Negligent failure to refer for CT scan which would have showed hydrocephalus.

Curtis v Queen Elizabeth Hospital [2008] SADC 48

Failure to diagnose and treat meningitis.

Dixon v Foote [2012] ACTSC 101

Negligent performance of hysterectomy resulting in damage to patient's ureter.

Kite v Malycha (1998) 71 SASR 321

Failure to follow-up on cytology report following biopsy and act on it, which resulted in failure to diagnose breast cancer.

Khan v Rathjen [2016] NSWDC 139

GP failed to properly assess and diagnose the plaintiff's hand injury and failed to refer him to an emergency department or hand surgeon.

 

Breach of Duty of Care (Information cases)
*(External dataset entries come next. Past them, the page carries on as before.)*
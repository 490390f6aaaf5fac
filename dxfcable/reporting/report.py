"""An outcome as one JSON document: keys and exit codes are public."""

from __future__ import annotations

from typing import TYPE_CHECKING

from dxfcable.model import Finding, FormedCable, Layout, Rule, RuleKind, Severity

if TYPE_CHECKING:
    from collections.abc import Sequence

    from dxfcable.drawing.items import PlacedDiagram
    from dxfcable.errors import DxfcableError
    from dxfcable.job import Outcome
    from dxfcable.model import Anchorage, Node, Point, Reaction, Segment

FORMAT = 1
Json = dict[str, object]


def solved(drawing: str, outcome: Outcome) -> Json:
    """Describe a solved drawing."""
    layout, solution, painting = outcome.layout, outcome.solution, outcome.painting
    assert layout is not None
    assert solution is not None
    diagrams = painting.diagrams if painting else ()
    cables = [
        _cable(formed, k, solution.anchorages, diagrams) for k, formed in enumerate(solution.cables)
    ]
    return {
        "format": FORMAT,
        "drawing": drawing,
        "length_unit": layout.length_unit,
        "force_unit": layout.force_unit,
        "cables": cables,
        **_plan(layout),
        "layers": list(outcome.layers),
        "findings": findings(outcome.findings),
    }


def revised(drawing: str, outcome: Outcome) -> Json:
    """Describe a revised drawing: what a solve says, and what moved."""
    from dxfcable.reporting.report_states import movement

    result = solved(drawing, outcome)
    assert outcome.solution is not None
    cables = result["cables"]
    assert isinstance(cables, list)
    for described, change in zip(cables, outcome.solution.revised, strict=True):
        before = change.before
        described["held"] = change.held
        described["before"] = {
            "status": before.status,
            "horizontal": before.horizontal,
            "max_tension": before.max_tension,
            "sag": before.sag,
            "length": before.length,
            "points": [_node(n) for n in before.nodes],
            "segments": [_segment(s) for s in before.segments],
            "reactions": [_reaction(r) for r in before.reactions],
        }
        described["movement"] = [movement(m) for m in change.movement]
    return result


def understood(drawing: str, outcome: Outcome) -> Json:
    """Describe what was read of a drawing; `error` stands beside where solve would refuse."""
    layout = outcome.layout
    assert layout is not None
    result: Json = {
        "format": FORMAT,
        "drawing": drawing,
        "version": layout.version,
        "length_unit": layout.length_unit or None,
        "force_unit": layout.force_unit,
        "cables": [_drawn_cable(layout, k) for k in range(len(layout.cables))],
        **_plan(layout),
        "findings": findings(outcome.findings),
    }
    stopping = [f for f in outcome.findings if f.severity is Severity.ERROR]
    if stopping:
        result["error"] = finding(stopping[0])
    return result


def refused(drawing: str, found: Sequence[Finding]) -> Json:
    """Describe a drawing that was refused: the first finding that stops, and all of them."""
    stopping = [f for f in found if f.severity is Severity.ERROR]
    return {
        "format": FORMAT,
        "drawing": drawing,
        "error": finding(stopping[0]) if stopping else None,
        "findings": findings(found),
    }


def written(drawing: str, paths: Sequence[str], found: Sequence[Finding], **more: object) -> Json:
    """Describe files that were written."""
    return {
        "format": FORMAT,
        "drawing": drawing,
        "written": list(paths),
        **more,
        "findings": findings(found),
    }


def several(documents: Sequence[Json]) -> Json:
    """Join the documents of several drawings."""
    return {"format": FORMAT, "drawings": list(documents)}


def error_finding(error: DxfcableError) -> Finding:
    """Turn an error that stopped a drawing into a finding."""
    return Finding(
        code=error.code,
        severity=Severity.ERROR,
        text=error.message,
        remedy=error.remedy,
        handle=error.handle,
        layer=error.layer,
        line=error.line,
        at=error.at,
    )


def sentence(found: Finding) -> str:
    """Write one finding as a person reads it, with where it is and what to do."""
    where = []
    if found.line is not None:
        where.append(f"line {found.line}")
    if found.handle:
        where.append(f"handle {found.handle}")
    place = f" [{', '.join(where)}]" if where else ""
    stop = "" if found.text.rstrip().endswith((".", "!", "?")) else "."
    remedy = f"{stop} {found.remedy}" if found.remedy else ""
    return f"{found.severity.value}: {found.text}{place}{remedy} ({found.code})"


def findings(found: Sequence[Finding]) -> list[Json]:
    """Describe findings."""
    return [finding(f) for f in found]


def finding(found: Finding) -> Json:
    """Describe one finding."""
    return {
        "code": found.code,
        "severity": found.severity.value,
        "cable": found.cable,
        "handle": found.handle,
        "line": found.line,
        "layer": found.layer,
        "at": list(found.at) if found.at else None,
        "raw": found.raw,
        "text": found.text,
        "remedy": found.remedy,
    }


def _cable(
    formed: FormedCable,
    number: int,
    anchorages: Sequence[Anchorage],
    diagrams: Sequence[PlacedDiagram],
) -> Json:
    """Describe one formed cable."""
    keys = {n.support for n in formed.nodes if n.is_support}
    governs = formed.governs
    return {
        "mark": formed.mark,
        "status": formed.status,
        "rule": _rule(formed.rule),
        "under": formed.under,
        "level": formed.level,
        "level_assumed": formed.level_is_assumed,
        "supports_rigid": formed.supports_rigid,
        "weight": formed.weight,
        "ea": formed.ea,
        "weight_case": formed.weight_case,
        "capacity": formed.capacity,
        "utilization": formed.utilization,
        "loads_source": formed.loads_source,
        "horizontal": formed.horizontal,
        "max_tension": formed.max_tension,
        "governs": {
            "segment": governs.segment,
            "end": governs.end,
            "support": governs.support,
        },
        "sag": formed.sag,
        "length": formed.length,
        "unstressed_length": formed.unstressed_length,
        "points": [_node(n) for n in formed.nodes],
        "segments": [_segment(s) for s in formed.segments],
        "spans": [
            {"from": s.start, "to": s.end, "horizontal": s.horizontal, "sag": s.sag}
            for s in formed.spans
        ],
        "reactions": [_reaction(r) for r in formed.reactions],
        "force_diagrams": [_diagram(d) for d in diagrams if d.cable == number],
        "anchorages": [_anchorage(a) for a in anchorages if a.support in keys],
        **_checked(formed),
    }


def _checked(formed: FormedCable) -> Json:
    """Describe clearance, states and envelope."""
    if not formed.states and formed.clearance is None:
        return {"clearance": None, "states": [], "envelope": None}
    from dxfcable.reporting import report_states as more

    return {
        "clearance": more.clearance(formed.clearance),
        "states": [more.state(s, _node, _segment, _reaction, _anchorage) for s in formed.states],
        "envelope": more.envelope(formed.envelope),
    }


def _plan(layout: Layout) -> Json:
    """Describe the loaded areas of a framing plan, where one is drawn."""
    if not layout.plan:
        return {}
    from dxfcable.reporting.report_states import plan_area

    marks = [cable.mark for cable in layout.cables]
    return {"plan": [plan_area(area, marks) for area in layout.plan]}


def _rule(rule: Rule) -> Json:
    """Describe a rule; THROUGH has the point as its value."""
    value: object = list(rule.point or ()) if rule.kind is RuleKind.THROUGH else rule.value
    return {"kind": rule.kind.value, "value": value}


def _node(node: Node) -> Json:
    result: Json = {
        "mark": node.mark,
        "x": node.x,
        "elevation": node.elevation,
        "load": node.load,
        "support": node.is_support,
    }
    if not node.is_support:
        result["hanger"] = node.hanger
    return result


def _segment(segment: Segment) -> Json:
    return {
        "name": segment.name,
        "tension": segment.tension,
        "tension_left": segment.tension_left,
        "tension_right": segment.tension_right,
        "angle_deg": segment.angle,
        "angle_left": segment.angle_left,
        "angle_right": segment.angle_right,
        "length": segment.length,
        "unstressed_length": segment.unstressed_length,
    }


def _reaction(reaction: Reaction) -> Json:
    return {
        "support": reaction.mark,
        "horizontal": reaction.horizontal,
        "vertical": reaction.vertical,
    }


def _diagram(placed: PlacedDiagram) -> Json:
    def points(found: Sequence[Point]) -> list[list[float]]:
        return [list(point) for point in found]

    return {
        "pole": list(placed.pole),
        "load_line": points(placed.load_line),
        "rays": points(placed.rays),
        "scale_force_per_length": placed.scale,
    }


def _anchorage(found: Anchorage) -> Json:
    return {
        "support": found.mark,
        "mast": found.mast,
        "stays": list(found.stays),
        "anchors": [
            {
                "mark": a.mark,
                "horizontal": a.horizontal,
                "uplift": a.uplift,
                "sliding_factor": a.sliding_factor,
                "uplift_factor": a.uplift_factor,
            }
            for a in found.anchors
        ],
        "head_shear": found.head_shear,
        "base_moment": found.base_moment,
        "residual": list(found.residual),
    }


def _drawn_cable(layout: Layout, number: int) -> Json:
    """Describe one cable as it was read."""
    cable = layout.cables[number]
    datum = cable.datum or 0.0
    return {
        "mark": cable.mark,
        "supports": [
            {
                "mark": s.mark,
                "x": s.x,
                "y": s.y,
                "elevation": s.y + datum,
                "kind": s.kind.value,
            }
            for s in cable.supports
        ],
        "loads": [
            {"mark": p.mark, "x": p.x, "y": p.y, "cases": dict(p.cases)} for p in cable.loads
        ],
        "support_loads": [
            {"support": layout.supports[key].mark, "mark": p.mark, "cases": dict(p.cases)}
            for key, p in cable.support_loads
        ],
        "rule": _rule(cable.rule) if cable.rule else None,
        "under": cable.under,
        "weight": cable.weight,
        "ea": cable.ea,
        "capacity": cable.capacity,
        "masts": sum(m.support in {s.key for s in cable.supports} for m in layout.masts),
        "stays": sum(t.support in {s.key for s in cable.supports} for t in layout.stays),
    }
Olbourne v Wolf [2004] NSWCA 141

Cosmetic surgeon failed to warn of infection and scarring risks from breast reduction surgery.

Shead v Hooley [2000] NSWCA 362

Surgeon failed to warn of risk of gastroparesis with antrectomy and vagotomy procedure.

 

VICARIOUS LIABILITY AND NON-DELEGABLE DUTIES

Albrighton v Royal Prince Alfred Hospital [1980] 2 NSWLR 542

The relationship between the patient and the hospital was central in this case, and the patient was in fact a patient of the hospital which had undertaken to render to her complete medical services through various individuals, both employed and contracted, chosen by the hospital. The hospital owed the patient a duty which it could not evade by delegation to a person (in this case the neurosurgeon) who was not an employee.

Ellis v Wallsend Hospital (1989) 17 NSWLR 553

Sherry v Australasian Conference Association (t/as Sydney Adventist Hospital) [2006] NSWSC75

NB v Sydney South West Area Health Service [2010] NSWDC172

Plaintiff claimed that she was assaulted by a ward orderly in Liverpool Hospital. The trial judge found that if the assault had occured, it was criminal conduct outside the scope of the terms of the ward orderly's employment so that the hospital was not vicariously liable to the plaintiff.

 

CAUSATION

Tabet v Gett (2010) 265 ALR 227

The plaintiff bears the onus of proving causation on the balance of probabilities. Causation does not require certainty or precision.

The High Court in this case also disallowed recovery of damages for loss of a chance.

Elbourne v Gibbs [2006] NSWCA 127

The court considered factors relating to causation in information cases. These include remoteness of risk; the patient's desire for treatment; previous and later procedures undertaken; degree of faith in the doctor; the patient's knowledge; the need for treatment and alternatives available.

Wrongful Birth-

Nouri v Australian Capital Territory [2020] ACTCA 1 (13 February 2020) 

A wrongful birth case where it was found that Canberra Hospital had breached its duty of care to the child’s parents, however causation was not established. 

 

INTERIM PAYMENT OF DAMAGES

Tripovich v South Eastern Sydney Local Health District [2019] NSWSC 1793

Hypoxic brain injury at birth. Without admission of liability, pursuant to section 82 of the Civil Procedure Act 2005 (NSW) the defendant, makes an interim payment to the plaintiff of $75,000.